La tribù millenaria dei Mentawai
Sumatra occidentale, Indonesia.
Nel pieno della foresta pluviale di Siberut, la più grande isola dei quattro comuni appartenenti all’arcipelago delle isole Mentawai, si trova una delle culture indigene più antiche e meglio conservate al mondo.
Bianche spiagge, onde marine degne di essere cavalcate dai surfisti più esperti e soprattutto una ricca gamma di biodiversità che ha conferito all’isola il titolo di riserva della biosfera da parte dell’Unesco.
L’arcipelago si è staccato dal resto di Sumatra circa 500mila anni fa ed è solo verso il 1930 che la popolazione indigena Mentawai è stata scoperta. La posizione remota non ha permesso l’immenso flusso di modernità e di influenze esterne che quotidianamente si stanno incrementando, soprattutto all’interno delle popolazioni locali più antiche.

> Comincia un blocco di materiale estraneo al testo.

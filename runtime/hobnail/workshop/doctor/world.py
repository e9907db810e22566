"""What the probes see of the machine, as functions, so that tests can show them another one."""

from __future__ import annotations

import grp
import os
import pwd
import resource
import shutil
import subprocess
import sys
import time
from collections.abc import Callable, Mapping
from dataclasses import dataclass, field
from importlib import metadata
from pathlib import Path
from typing import Any

from hobnail.service.client import Client
from hobnail.service.drivers import find_driver
from hobnail_drivers.contract import Driver
from hobnail_drivers.gpio import line_user

SHOW_S = 4.0  # for the service manager to answer
ASK_S = 2.0  # for the service
SHOWN = (
    *("LoadState", "UnitFileState", "ActiveState", "SubState", "Result", "NRestarts", "NeedDaemonReload"),
    *("ExecStart", "ExecMainStatus", "MainPID", "User", "SupplementaryGroups", "LimitRTPRIO", "LimitMEMLOCK"),
)


@dataclass(frozen=True, slots=True)
class User:
    """A user of the machine: number, groups."""

    name: str
    uid: int
    groups: frozenset[int]


def show_unit(unit: str) -> dict[str, str] | None:
    """Properties of a unit; None on a machine that systemd does not run.  Raises OSError, TimeoutExpired."""
    if not Path("/run/systemd/system").is_dir():
        return None
    words = ["systemctl", "show", "--no-pager", f"--property={','.join(SHOWN)}", "--", unit]
    done = subprocess.run(
        words, stdin=subprocess.DEVNULL, capture_output=True, text=True, timeout=SHOW_S, check=False
    )
    if done.returncode:
        raise OSError(0, f"systemctl: {done.stderr.strip() or f'exit code {done.returncode}'}")
    pairs = (line.partition("=") for line in done.stdout.splitlines())
    return {key: value for key, _, value in pairs}


def ask(path: Path) -> tuple[dict[str, Any], dict[str, Any]]:
    """`state` and `describe` of the service on that socket.  Raises HobnailError."""
    with Client(path, timeout_s=ASK_S) as client:
        return client.state(), client.describe()


def find_user(name: str | None) -> User:
    """A user by name, None for whoever runs this.  Raises KeyError when there is none."""
    if name is None:
        groups = frozenset({os.getegid(), *os.getgroups()})
        try:
            own = pwd.getpwuid(os.geteuid()).pw_name
        except KeyError:
            own = str(os.geteuid())
        return User(own, os.geteuid(), groups)
    entry = pwd.getpwnam(name)
    return User(name, entry.pw_uid, frozenset(os.getgrouplist(name, entry.pw_gid)))


def group_number(name: str) -> int | None:
    """The number of a group; None when there is none of that name."""
    try:
        return grp.getgrnam(name).gr_gid
    except KeyError:
        return None


def installed(distribution: str) -> str | None:
    """The version of a package; None when it is not there."""
    try:
        return metadata.version(distribution)
    except metadata.PackageNotFoundError:
        return None


def required() -> list[str]:
    """What hobnail's own package says that it needs; nothing when it is run from its source."""
    try:
        return metadata.requires("hobnail") or []
    except metadata.PackageNotFoundError:
        return []


@dataclass(frozen=True, slots=True)
class World:
    """The machine.  `root` is put before every path that is looked at."""

    root: Path = Path("/")
    environ: Mapping[str, str] = field(default_factory=lambda: os.environ)
    python: tuple[int, ...] = field(default_factory=lambda: tuple(sys.version_info[:3]))
    show_unit: Callable[[str], dict[str, str] | None] = show_unit
    ask: Callable[[Path], tuple[dict[str, Any], dict[str, Any]]] = ask
    find_driver: Callable[[str], tuple[type[Driver], str]] = find_driver
    line_user: Callable[[str, int], str | None] = line_user
    find_user: Callable[[str | None], User] = find_user
    group_number: Callable[[str], int | None] = group_number
    installed: Callable[[str], str | None] = installed
    required: Callable[[], list[str]] = required
    limit: Callable[[int], int] = lambda kind: resource.getrlimit(kind)[0]
    policy: Callable[[int], int] = os.sched_getscheduler
    free_bytes: Callable[[Path], int] = lambda path: shutil.disk_usage(path).free
    wall_s: Callable[[], float] = time.time

    def path(self, name: str | Path) -> Path:
        """A path of the machine."""
        return self.root / str(name).lstrip("/")
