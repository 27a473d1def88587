/**
 * Period of the arterial pulse that rides on a filling limb, or nothing where no pulse is clear.
 *
 * Formula  lag of the highest autocorrelation of the detrended trace between 0.3 and 2 s, if it exceeds 0.5
 * Units    values in any unit, result s
 * Shape    an even stretch of at least 3 s
 * Domain   30 to 200 beats a minute
 * Errors   DomainError naming the argument; never NaN
 * Assumes  a steady rhythm over the stretch
 * Source   own rule
 */
export function cardiacPeriod(values: Float64Array, step: number): number | undefined {
  if (values.length * step < 3) return undefined;
  const fine = withoutParabola(values);
  // The search runs on averages of 20 ms, and only its neighbourhood on the samples themselves.
  const width = Math.max(1, Math.floor(0.02 / step));
  const coarse = blockMeans(fine, width);
  const lag = bestLag(coarse, Math.ceil(0.3 / (step * width)), Math.floor(2 / (step * width)));
  if (lag === undefined) return undefined;
  let best = lag * width;
  for (let near = (lag - 1) * width; near <= (lag + 1) * width; near++) {
    if (correlationAt(fine, near) > correlationAt(fine, best)) best = near;
  }
  return best * step;
}

/** First lag whose correlation stands out; a multiple of the period correlates as well, so a later one must be clearly better. */
function bestLag(values: Float64Array, first: number, longest: number): number | undefined {
  const last = Math.min(longest, values.length >> 1);
  let best: { lag?: number; value: number } = { value: 0.5 };
  for (let lag = first; lag < last; lag++) {
    const value = correlationAt(values, lag);
    const isPeak = value >= correlationAt(values, lag - 1) && value >= correlationAt(values, lag + 1);
    if (isPeak && value > best.value * (best.lag === undefined ? 1 : 1.1)) best = { lag, value };
  }
  return best.lag;
}

function correlationAt(values: Float64Array, lag: number): number {
  let [products, left, right] = [0, 0, 0];
  for (let i = lag; i < values.length; i++) {
    products += values[i]! * values[i - lag]!;
    left += values[i]! ** 2;
    right += values[i - lag]! ** 2;
  }
  return products / Math.sqrt(left * right);
}

function blockMeans(values: Float64Array, width: number): Float64Array {
  return Float64Array.from({ length: Math.floor(values.length / width) }, (_, block) => {
    let sum = 0;
    for (let i = block * width; i < (block + 1) * width; i++) sum += values[i]!;
    return sum / width;
  });
}

function withoutParabola(values: Float64Array): Float64Array {
  const n = values.length;
  const at = (i: number) => (2 * i) / (n - 1) - 1;
  // Legendre polynomials are orthogonal enough on an even grid for a detrend.
  const basis = [() => 1, (x: number) => x, (x: number) => 1.5 * x * x - 0.5];
  const rest = Float64Array.from(values);
  for (const polynomial of basis) {
    let [projection, norm] = [0, 0];
    for (let i = 0; i < n; i++) {
      projection += rest[i]! * polynomial(at(i));
      norm += polynomial(at(i)) ** 2;
    }
    for (let i = 0; i < n; i++) rest[i] = rest[i]! - (projection / norm) * polynomial(at(i));
  }
  return rest;
}

/**
 * First foot of the pulse on a filling limb, so that a window from foot to foot carries no slope of the pulse.
 *
 * Formula  index of the lowest of the first period's samples after the trend between periods is taken off
 * Units    index
 * Shape    an even stretch longer than one period
 * Domain   period in whole samples, at least 1
 * Errors   none
 * Source   own rule
 */
export function firstFoot(values: Float64Array, period: number): number {
  const count = values.length - period;
  let trend = 0;
  for (let i = 0; i < count; i++) trend += (values[i + period]! - values[i]!) / period / count;
  let foot = 0;
  for (let i = 1; i < Math.min(period, values.length); i++) {
    if (values[i]! - trend * i < values[foot]! - trend * foot) foot = i;
  }
  return foot;
}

I Mentawai, a detta degli antropologi più esperti, sono classificati come Proto-Malesi, il popolo australe che, lungo una serie di migrazioni tra il 2500 e il 1500 a.C., si insediarono in Malesia e in Indonesia. Esperti marittimi e nella pesca e con grandi abilità agricole, continuano tuttora a preservare orgogliosamente le loro radici. Difatti rispettano le loro pratiche tradizionali, vivono senza nessun tipo di contatto tra loro e con un fortissimo rapporto spirituale e terreno con la foresta, con un sistema di credenze che mette in connessione l’armonia con tutto ciò che hanno intorno.

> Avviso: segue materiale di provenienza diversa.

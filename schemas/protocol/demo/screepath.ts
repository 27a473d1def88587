import type { Measure, Protocol, RunSheetStep, VisitType } from '../protocol.ts';
import { after, step } from './steps.ts';

/**
 * SCREEPATH (invented): isovolaemic haemodilution against sham in adults with a high haematocrit at altitude.
 *
 * Order of a visit: common practice of plethysmography laboratories. Washout of twelve weeks: haemoglobin mass took
 * 36 ± 11 days to recover after 550 mL (Pottgiesser et al. 2008, Transfusion).
 */
export const screepath: Protocol = {
  title:
    'SCREEPATH: vessel tone after isovolaemic haemodilution in adults with a high haematocrit at altitude',
  design: 'crossover-2x2',
  plannedParticipants: 24,
  conditions: [
    { key: 'haemodilution', label: 'Haemodilution' },
    { key: 'sham', label: 'Sham exchange' },
  ],
  sequences: [
    { key: 'dilution-first', label: 'Haemodilution, then sham', conditions: ['haemodilution', 'sham'] },
    { key: 'sham-first', label: 'Sham, then haemodilution', conditions: ['sham', 'haemodilution'] },
  ],
  washoutDays: 84,
  sites: ['upper-scree', 'tarn-nook'],
  allocation: { blockSizes: [2, 4], stratifyBySite: true },
  visitTypes: [
    {
      key: 'screening',
      label: 'Screening',
      targetDay: -14,
      windowBefore: 14,
      windowAfter: 7,
      runSheet: screeningSteps(),
      measures: [],
    },
    exchangeVisit(1, 1, { windowBefore: 3, windowAfter: 3 }),
    exchangeVisit(2, 92, { windowBefore: 3, windowAfter: 14 }),
    {
      key: 'follow-up',
      label: 'Follow-up',
      targetDay: 120,
      windowBefore: 7,
      windowAfter: 14,
      runSheet: followUpSteps(),
      measures: [],
    },
  ],
  liveQuantities: [
    {
      key: 'forearm-vascular-resistance',
      label: 'Forearm vascular resistance',
      quantity: 'forearmVascularResistance',
      inputs: { meanArterialPressure: 'meanArterialPressure', forearmBloodFlow: 'forearmBloodFlow' },
      // A fall of a quarter tells the arm and would bend which slopes are accepted.
      unblinding: true,
    },
    {
      key: 'forearm-vascular-conductance',
      label: 'Forearm vascular conductance',
      quantity: 'forearmVascularConductance',
      inputs: { meanArterialPressure: 'meanArterialPressure', forearmBloodFlow: 'forearmBloodFlow' },
      unblinding: true,
    },
    {
      key: 'blood-viscosity',
      label: 'Blood viscosity at 200 /s (model)',
      quantity: 'bloodViscosityQuemadaCokelet',
      inputs: {
        haematocrit: 'haematocrit',
        plasmaViscosity: 'plasmaViscosity',
        plasmaTemperature: { value: 37, unit: 'Cel' },
        shearRate: { value: 200, unit: '/s' },
      },
      unblinding: true,
    },
    {
      key: 'forearm-vascular-hindrance',
      label: 'Hindrance (resistance over viscosity)',
      quantity: 'forearmVascularHindrance',
      inputs: {
        resistance: { live: 'forearm-vascular-resistance' },
        viscosity: { live: 'blood-viscosity' },
      },
      unblinding: true,
    },
  ],
  participantLogs: [
    { instrument: 'adverse-event', label: 'Adverse events' },
    { instrument: 'concomitant-medication', label: 'Medication' },
    { instrument: 'protocol-deviation', label: 'Deviations' },
  ],
  missedVisitReasons: [
    'Participant unwell',
    'Participant not available',
    'Staff or device not available',
    'Road closed',
    'Withdrawn',
  ],
  safetyLimits: [
    {
      key: 'haemoglobin-floor',
      label: 'Haemoglobin floor',
      text: 'No further withdrawal when haemoglobin is below 12.5 g/dL. Invented for this demonstration: a real limit comes from the approved protocol.',
    },
    {
      key: 'cumulative-volume',
      label: 'Cumulative volume',
      text: 'At most 1200 mL withdrawn in a participant over the whole study, cells returned not counted. Invented for this demonstration.',
    },
    {
      key: 'pressure',
      label: 'Pressure',
      text: 'Stop the exchange and call the study physician when systolic pressure stays below 90 mmHg for two readings, or on chest discomfort or fainting.',
    },
  ],
};

function screeningSteps(): RunSheetStep[] {
  return [
    {
      ...step('consent', 'Consent', 0, 30),
      instrument: 'consent',
      instructions: 'Nothing is measured before this form is signed.',
    },
    {
      ...step('demographics', 'Demographics and anthropometry', 30, 15),
      instrument: 'demographics-and-anthropometry',
    },
    { ...step('checks', 'Pre-visit checks', 45, 10), instrument: 'pre-visit-checks' },
    { ...step('rest', 'Rest, supine', 55, 20), event: 'Rest began' },
    {
      ...after('rest', 'blood-sample', 'Blood sample', 20, 10),
      instrument: 'blood-sample',
      performedBy: 'unblinded-technician',
      holdPoint: { kind: 'minutes-since', label: 'Supine for 20 min', minutes: 20, step: 'rest' },
      caution: 'blood-sampling',
    },
    { ...after('rest', 'pressures', 'Resting pressures', 30, 10), instrument: 'resting-pressures' },
  ];
}

function followUpSteps(): RunSheetStep[] {
  return [
    { ...step('checks', 'Pre-visit checks', 0, 10), instrument: 'pre-visit-checks' },
    { ...step('rest', 'Rest, supine', 10, 20), event: 'Rest began' },
    {
      ...after('rest', 'blood-sample', 'Blood sample', 20, 10),
      instrument: 'blood-sample',
      performedBy: 'unblinded-technician',
      holdPoint: { kind: 'minutes-since', label: 'Supine for 20 min', minutes: 20, step: 'rest' },
      caution: 'blood-sampling',
    },
    { ...after('rest', 'pressures', 'Resting pressures', 30, 10), instrument: 'resting-pressures' },
    { ...after('rest', 'end', 'End of participation', 45, 10), instrument: 'end-of-participation' },
  ];
}

function exchangeVisit(
  period: 1 | 2,
  targetDay: number,
  window: Pick<VisitType, 'windowBefore' | 'windowAfter'>,
): VisitType {
  return {
    key: `period-${period}`,
    label: `Period ${period}`,
    targetDay,
    ...window,
    period,
    runSheet: [
      {
        ...step('checks', 'Pre-visit checks', 0, 10),
        instrument: 'pre-visit-checks',
        instructions: 'Let the participant void.',
      },
      {
        ...step('cannula', 'Cannula', 10, 10),
        performedBy: 'unblinded-technician',
        instructions: 'Forearm vein of the arm that takes the exchange; opaque lines from here on.',
        caution: 'blood-sampling',
      },
      {
        ...step('calibration', 'Gauges, cuffs, calibration', 20, 10),
        instrument: 'room-and-calibration-log',
        instructions:
          'Gauges at the widest part of both forearms, arms supported a little above the heart. Calibrate at the gain that is used.',
      },
      {
        ...step('rest', 'Rest, supine', 30, 20),
        event: 'Rest began',
        instructions: 'Quiet room, 21 to 25 °C.',
      },
      ...measurementSteps('before', 'rest', 'before the exchange'),
      exchangeStep(period),
      { ...after('exchange', 'rest-after', 'Rest, supine', 0, 20), event: 'Rest after the exchange began' },
      ...measurementSteps('after', 'rest-after', 'after the exchange'),
      {
        ...after('flow-after', 'guess', 'Blinding guess', 20, 5),
        instrument: 'blinding-guess',
        instructions: 'Ask the participant first, then answer for yourself in a second entry.',
      },
    ],
    measures: [...measures('baseline', 'before'), ...measures('after', 'after')],
  };
}

/** Sample, pressures, wrist cuffs, flow block, pressures again: the mean pressure brackets the block. */
function measurementSteps(when: 'before' | 'after', rest: string, words: string): RunSheetStep[] {
  return [
    {
      ...after(rest, `sample-${when}`, `Blood sample ${words}`, 20, 5),
      instrument: 'blood-sample',
      performedBy: 'unblinded-technician',
      instructions: 'Without tourniquet. Two tubes, a third when they differ by more than 0.01.',
      holdPoint: { kind: 'minutes-since', label: 'Supine for 20 min', minutes: 20, step: rest },
      caution: 'blood-sampling',
    },
    {
      ...after(rest, `pressures-${when}`, `Pressures ${words}`, 25, 6),
      instrument: 'resting-pressures',
      instructions: 'Deflate the collecting cuff first: no cuff above a gauge that is being read.',
    },
    {
      ...after(rest, `wrist-cuffs-${when}`, 'Wrist cuffs up', 33, 1),
      event: 'Wrist cuffs up',
      instructions: 'Both wrists, at least 50 mmHg above the systolic pressure.',
      holdPoint: {
        kind: 'expression',
        label: 'Last two systolic pressures within 5 mmHg',
        expression: 'max(systolic) - min(systolic) <= 5.0',
        inputs: { systolic: { step: `pressures-${when}`, pointer: '/systolic' } },
      },
      maximumMinutes: 6,
      caution: 'cuff-occlusion',
    },
    {
      ...after(`wrist-cuffs-${when}`, `flow-${when}`, `Flow block ${words}`, 1, 3),
      instrument: 'forearm-plethysmography',
      instructions: 'Three minutes of 10 s occluded, 5 s free. Release all cuffs at the end.',
      holdPoint: {
        kind: 'minutes-since',
        label: 'Wrist cuffs up for 60 s',
        minutes: 1,
        step: `wrist-cuffs-${when}`,
      },
      event: 'Cuffs released',
      caution: 'cuff-occlusion',
    },
    {
      ...after(`flow-${when}`, `pressures-bracket-${when}`, 'Pressures after the block', 2, 6),
      instrument: 'resting-pressures',
      instructions: 'Once the hands have recovered.',
    },
  ];
}

function exchangeStep(period: 1 | 2): RunSheetStep {
  const exchange: RunSheetStep = {
    ...after('flow-before', 'exchange', 'Exchange', 12, 45),
    instrument: 'blood-exchange',
    performedBy: 'unblinded-technician',
    instructions:
      'Same circuit, duration and volumes for both conditions; opaque lines; the screen faces away from the bed.',
    event: 'Exchange ended',
    maximumMinutes: 75,
    caution: 'blood-exchange',
  };
  if (period === 1) return exchange;
  return {
    ...exchange,
    holdPoint: {
      kind: 'expression',
      label: 'Haematocrit back to that of period 1',
      expression: 'abs(now - first) <= 0.02',
      inputs: {
        now: { step: 'sample-before', pointer: '/haematocrit' },
        first: { visitType: 'period-1', step: 'sample-before', pointer: '/haematocrit' },
      },
    },
  };
}

function measures(timePoint: 'baseline' | 'after', when: 'before' | 'after'): Measure[] {
  const pressures = [`pressures-${when}`, `pressures-bracket-${when}`];
  const both = (pointer: string) => pressures.map((key) => ({ step: key, pointer }));
  const sample = (key: string, quantity: Measure['quantity'], pointer: string): Measure => {
    return {
      key: `${key}-${timePoint}`,
      timePoint,
      quantity,
      from: [{ step: `sample-${when}`, pointer }],
      combine: 'only',
      unblinding: true,
    };
  };
  return [
    {
      key: `mean-pressure-${timePoint}`,
      timePoint,
      quantity: 'meanArterialPressure',
      from: both('/meanArterialPressure'),
      combine: 'mean',
    },
    {
      key: `heart-rate-${timePoint}`,
      timePoint,
      quantity: 'heartRate',
      from: both('/heartRate'),
      combine: 'mean',
    },
    {
      key: `flow-${timePoint}`,
      timePoint,
      quantity: 'forearmBloodFlow',
      from: [{ step: `flow-${when}`, pointer: '/meanFlow' }],
      combine: 'only',
    },
    sample('haematocrit', 'haematocrit', '/haematocrit'),
    sample('haemoglobin', 'haemoglobin', '/haemoglobin'),
    sample('plasma-viscosity', 'plasmaViscosity', '/plasmaViscosity'),
    sample('total-protein', 'totalProtein', '/totalProtein'),
  ];
}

Un elemento molto importante che accentua la loro connessione con la natura è il tatuaggio. L’arte dei titi (disegni) è stata ereditata dagli antenati ed è una reale autobiografia. I tatuaggi sono un simbolo importantissimo nella cultura Mentawai; i membri iniziano a tatuarsi sin da bambini e continuano per tutta la vita. Hanno molteplici significati ma nel complesso i titi tendono a riflettere: la maturità e lo stato di coscienza della persona, il clan a cui si appartiene, a indicare agli avversari di essere guerrieri forti o in altri casi, specie in quelli riguardanti gli sciamani, servono a invocare la protezione degli spiriti della natura.

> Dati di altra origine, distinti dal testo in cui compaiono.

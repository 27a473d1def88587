import '@fontsource/noto-sans/latin-400.css';
import '@fontsource/noto-sans/latin-600.css';
import '@fontsource/noto-sans/latin-ext-400.css';
import '@fontsource/noto-sans/latin-ext-600.css';
import '@fontsource/noto-sans/greek-400.css';
import '@fontsource/noto-sans-mono/latin-400.css';
import './styles.css';
import { createRoot } from 'react-dom/client';
import { App } from './app/app.tsx';
import { followScheme } from './lib/scheme.ts';

followScheme(document.documentElement);

const root = document.getElementById('root');
if (!root) throw new Error('index.html has no element with the id "root"');
createRoot(root).render(<App />);
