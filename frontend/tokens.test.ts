import { describe, expect, it } from 'vitest';
import { schemes, type Token } from '../tailwind.config.ts';

/** Text 4.5:1, controls, focus and marks 3:1 (WCAG 2.2, 1.4.3 and 1.4.11). Rules are ornament and carry nothing. */
const text: [Token, Token[]][] = [
  ['soot', ['bone', 'paper', 'arterial-wash', 'venous-wash', 'moss-wash']],
  ['ink', ['bone', 'paper', 'rule-soft', 'arterial-wash', 'venous-wash', 'moss-wash', 'straw-wash']],
  ['ink-soft', ['bone', 'paper', 'arterial-wash', 'venous-wash', 'straw-wash']],
  ['arterial', ['bone', 'paper', 'arterial-wash', 'rule-soft']],
  ['arterial-deep', ['bone', 'paper']],
  ['on-arterial', ['arterial', 'arterial-deep']],
  ['venous', ['bone', 'paper', 'venous-wash', 'straw-wash', 'arterial-wash']],
  ['straw', ['paper', 'straw-wash']],
  ['straw-ink', ['straw-wash']],
  ['moss', ['bone', 'paper', 'moss-wash']],
  ['chalk', ['band', 'band-field']],
  ['chalk-soft', ['band', 'band-field']],
];
const marks: [Token, Token[]][] = [
  ['edge', ['bone', 'paper', 'straw-wash']],
  ['clay', ['bone', 'paper']],
  ['venous', ['bone', 'paper', 'rule-soft']],
  ['moss', ['rule-soft']],
  ['band-edge', ['band', 'band-field']],
  ['chalk', ['band']],
];

const channel = (value: number) => (value <= 0.04045 ? value / 12.92 : ((value + 0.055) / 1.055) ** 2.4);

/** Relative luminance of `#rrggbb`, WCAG 2.2 definition. */
function luminance(hex: string): number {
  const [red, green, blue] = [1, 3, 5].map((at) => channel(parseInt(hex.slice(at, at + 2), 16) / 255));
  return 0.2126 * red! + 0.7152 * green! + 0.0722 * blue!;
}

function contrast(one: string, other: string): number {
  const [light, dark] = [luminance(one), luminance(other)].sort((a, b) => b - a);
  return (light! + 0.05) / (dark! + 0.05);
}

const pairs = (list: [Token, Token[]][]) =>
  list.flatMap(([front, backs]) => backs.map((back) => [front, back] as const));

// proves AX-04
describe.each(Object.entries(schemes))('the %s scheme', (_name, scheme) => {
  it.each(pairs(text))('reads as text: %s on %s', (front, back) => {
    expect(contrast(scheme[front], scheme[back])).toBeGreaterThanOrEqual(4.5);
  });

  it.each(pairs(marks))('is seen as a mark: %s on %s', (front, back) => {
    expect(contrast(scheme[front], scheme[back])).toBeGreaterThanOrEqual(3);
  });
});

describe('contrast', () => {
  it('agrees with the ends of the scale that WCAG gives: black on white is 21, a colour on itself 1', () => {
    expect(contrast('#000000', '#ffffff')).toBeCloseTo(21, 10);
    expect(contrast('#777777', '#777777')).toBe(1);
  });

  it('agrees with the known grey that just passes on white (#767676, 4.54, common practice)', () => {
    expect(contrast('#767676', '#ffffff')).toBeCloseTo(4.54, 2);
  });
});
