import { DeviceStore } from '#frontend/lib/device/device-store.ts';
import { importDeviceKey } from '#frontend/lib/device/seal.ts';

/** Opens the store of a person, whose key is made of one repeated byte. */
const open = async (personId: string, keyByte: number) => {
  const key = await importDeviceKey(btoa(String.fromCharCode(keyByte).repeat(32)));
  return new DeviceStore(personId, key);
};

declare global {
  interface Window {
    openStore: typeof open;
  }
}
window.openStore = open;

Avendo questa forte connessione naturale, vivono in piccoli insediamenti sparsi lungo le coste o direttamente sui fiumi principali che si diramano lungo tutta la foresta equatoriale. Lasciano i villaggi per spostarsi in abitazioni più piccole che si trovano in aree remote, dove solo loro riescono ad orientarsi, tra sentieri improvvisati nel fango melmoso e tronchi di sago caduti qua e là.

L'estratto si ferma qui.